Here’s some of what I wrote with Julia Morriss for the Daily Caller. Let’s start with the bad news.

Thirty years ago, Chile was a basket case. A socialist government in the 1970s had crippled the economy and destabilized society, leading to civil unrest and a military coup. Given the dismal situation, it’s no surprise that Chile’s economy was moribund and other Latin American countries, such as Mexico, Venezuela, and Argentina, had about twice as much per-capita economic output.

Realizing that change was necessary, the nation began to adopt pro-market reforms. Many people in the policy world are at least vaguely familiar with the system of personal retirement accounts that was introduced in the early 1980s, but we explain in the article that pension reform was just the beginning.

Let’s look at how Chile became the Latin Tiger. Pension reform is the best-known economic reform in Chile. Ever since the early 1980s, workers have been allowed to put 10 percent of their income into a personal retirement account. This system, implemented by José Piñera, has been remarkably successful, reducing the burden of taxes and spending and increasing saving and investment, while also producing a 50-100 percent increase in retirement benefits. Chile is now a nation of capitalists. But it takes a lot more than entitlement reform, however impressive, to turn a nation into an economic success story. What made Chile special was across-the-board economic liberalization.

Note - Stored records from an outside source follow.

import { z } from 'zod';
import { idParams, rowId } from './common';
import { operation } from './operation';
import {
  moduleBody,
  moduleView,
  pageParams,
  sheetBody,
  sheetRow,
  sheetView,
  startReadingBody,
  uploadAnswer,
  vendorView,
} from './parts';
import { changePasswordBody, person, sessionInfo, signInBody } from './people';
import {
  emptyBody,
  handInBody,
  modelAnswer,
  modelBody,
  readingRow,
  readingView,
  returnBody,
  saveAnswer,
  saveBody,
  stateAnswer,
} from './readings';

const made = z.strictObject({ id: rowId });

/** Every call of the API. A file under src/pages/api without its calls here fails a test. */
export const operations = {
  health: operation({ method: 'GET', path: '/api/health', tag: 'service', summary: 'Is the server up', may: 'open', status: 200, answer: z.strictObject({ ok: z.literal(true) }) }),
  describe: operation({ method: 'GET', path: '/api/openapi.json', tag: 'service', summary: 'This description, OpenAPI 3.1', may: 'open', status: 200, answer: z.looseObject({}) }),

  signIn: operation({ method: 'POST', path: '/api/session', tag: 'account', summary: 'Sign in', may: 'open', body: signInBody, status: 200, answer: person, problems: [401, 429] }),
  signOut: operation({ method: 'DELETE', path: '/api/session', tag: 'account', summary: 'Sign out', may: 'account.use', status: 204 }),
  me: operation({ method: 'GET', path: '/api/me', tag: 'account', summary: 'Who is signed in', may: 'account.use', status: 200, answer: person }),
  sessions: operation({ method: 'GET', path: '/api/account/sessions', tag: 'account', summary: 'One’s own sessions', may: 'account.use', status: 200, answer: z.array(sessionInfo) }),
  endSession: operation({ method: 'DELETE', path: '/api/account/sessions/{id}', tag: 'account', summary: 'End one of one’s own sessions', may: 'account.use', params: z.strictObject({ id: z.string().min(1).max(64) }), status: 204 }),
  changePassword: operation({ method: 'POST', path: '/api/account/password', tag: 'account', summary: 'Change one’s password; other sessions end', may: 'account.use', body: changePasswordBody, status: 204 }),

  vendors: operation({ method: 'GET', path: '/api/vendors', tag: 'modules', summary: 'Vendors', may: 'catalogue.see', status: 200, answer: z.array(vendorView) }),
  createModule: operation({ method: 'POST', path: '/api/modules', tag: 'modules', summary: 'Add a module as printed', may: 'module.create', body: moduleBody, status: 201, answer: moduleView, problems: [409] }),
  module: operation({ method: 'GET', path: '/api/modules/{id}', tag: 'modules', summary: 'A module: identity and ratings as printed', may: 'catalogue.see', params: idParams, status: 200, answer: moduleView }),
  updateModule: operation({ method: 'PUT', path: '/api/modules/{id}', tag: 'modules', summary: 'Change identity and ratings', may: 'module.create', params: idParams, body: moduleBody, ifMatch: true, status: 200, answer: moduleView, problems: [409] }),

  sheets: operation({ method: 'GET', path: '/api/sheets', tag: 'sheets', summary: 'Sheets', may: 'sheet.upload', status: 200, answer: z.array(sheetRow) }),
  createSheet: operation({ method: 'POST', path: '/api/sheets', tag: 'sheets', summary: 'Add a sheet', may: 'sheet.upload', body: sheetBody, status: 201, answer: sheetView }),
  sheet: operation({ method: 'GET', path: '/api/sheets/{id}', tag: 'sheets', summary: 'A sheet with its pages', may: 'catalogue.see', params: idParams, status: 200, answer: sheetView }),
  updateSheet: operation({ method: 'PUT', path: '/api/sheets/{id}', tag: 'sheets', summary: 'Change what a sheet is', may: 'sheet.edit', params: idParams, body: sheetBody, ifMatch: true, status: 200, answer: sheetView }),
  addPage: operation({ method: 'POST', path: '/api/sheets/{id}/pages', tag: 'sheets', summary: 'Upload a picture as the next page', may: 'sheet.upload', params: idParams, multipart: true, status: 201, answer: uploadAnswer, problems: [413, 415, 503] }),
  removePage: operation({ method: 'DELETE', path: '/api/sheets/{id}/pages/{page}', tag: 'sheets', summary: 'Take a page off a sheet', may: 'sheet.edit', params: pageParams, status: 204, problems: [409] }),
  startReading: operation({ method: 'POST', path: '/api/sheets/{id}/readings', tag: 'readings', summary: 'Start a reading of a module from this sheet', may: 'reading.start', params: idParams, body: startReadingBody, status: 201, answer: made }),
  picture: operation({ method: 'GET', path: '/api/pictures/{id}', tag: 'sheets', summary: 'The intake picture that is shown and measured', may: 'catalogue.see', params: idParams, status: 200, media: 'image/png' }),
  original: operation({ method: 'GET', path: '/api/pictures/{id}/original', tag: 'sheets', summary: 'The file as it was uploaded', may: 'catalogue.see', params: idParams, status: 200, media: 'application/octet-stream' }),

  readings: operation({ method: 'GET', path: '/api/readings', tag: 'readings', summary: 'One’s own readings', may: 'reading.start', status: 200, answer: z.array(readingRow) }),
  reading: operation({ method: 'GET', path: '/api/readings/{id}', tag: 'readings', summary: 'A reading with its draft', may: 'catalogue.see', params: idParams, status: 200, answer: readingView }),
  saveReading: operation({ method: 'PUT', path: '/api/readings/{id}', tag: 'readings', summary: 'Save the draft', may: 'reading.edit', params: idParams, body: saveBody, ifMatch: true, status: 200, answer: saveAnswer, problems: [409] }),
  fitReading: operation({ method: 'POST', path: '/api/readings/{id}/model', tag: 'readings', summary: 'Fit a posted draft; saves nothing', may: 'catalogue.see', params: idParams, body: modelBody, status: 200, answer: modelAnswer }),
  handIn: operation({ method: 'POST', path: '/api/readings/{id}/hand-in', tag: 'review', summary: 'Ask for review', may: 'reading.handIn', params: idParams, body: handInBody, ifMatch: true, status: 200, answer: stateAnswer, problems: [409, 422] }),
  takeBack: operation({ method: 'POST', path: '/api/readings/{id}/take-back', tag: 'review', summary: 'Take back what was handed in', may: 'reading.takeBack', params: idParams, body: emptyBody, ifMatch: true, status: 200, answer: stateAnswer, problems: [409] }),
  approve: operation({ method: 'POST', path: '/api/readings/{id}/approve', tag: 'review', summary: 'Approve what was handed in', may: 'reading.decide', params: idParams, body: emptyBody, ifMatch: true, status: 200, answer: stateAnswer, problems: [409] }),
  returnReading: operation({ method: 'POST', path: '/api/readings/{id}/return', tag: 'review', summary: 'Return it with a reason', may: 'reading.decide', params: idParams, body: returnBody, ifMatch: true, status: 200, answer: stateAnswer, problems: [409] }),
} as const;

export type OperationName = keyof typeof operations;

We then show the data (on a scale of 1-10) from the Fraser Institute’s Economic Freedom of the World, which confirm significant pro-market reforms in just about all facets of economic policy over the past three decades.

But have these reforms made a difference for the Chilean people? The answer seems to be a firm yes.

This has meant good things for all segments of the population. The number of people below the poverty line dropped from 40 percent to 20 percent between 1985 and 1997 and then to 15.1 percent in 2009. Public debt is now under 10 percent of GDP and after 1983 GDP grew an average of 4.6 percent per year. But growth isn’t a random event. Chile has prospered because the burden of government has declined. Chile is now ranked number one for freedom in its region and number seven in the world, even ahead of the United States.

But I think the most important piece of evidence (building on the powerful comparison in this chart) is in the second table we included with the article.

Chile’s per-capita GDP has increased by about 130 percent, while other major Latin American nations have experienced much more modest growth (or, in the tragic case of Venezuela, almost no growth).

Perhaps not as impressive as the performance of Hong Kong and Singapore, but that’s to be expected since they regularly rank as the world’s two most pro-market jurisdictions.

But that’s not to take the limelight away from Chile. That nation’s reforms are impressive – particularly considering the grim developments of the 1970s. So our takeaway is rather obvious.

The lesson from Chile is that free markets and small government are a recipe for prosperity. The key for other developing nations is to figure out how to achieve these benefits without first suffering through a period of socialist tyranny and military dictatorship.

Heck, if other developing nations learn the right lessons from Chile, maybe we can even educate policy makers in America about the benefits of restraining Leviathan.

P.S. One thing that Julia and I forgot to include in the article is that Chile has reformed its education system with vouchers, similar to the good reforms in Sweden and the Netherlands.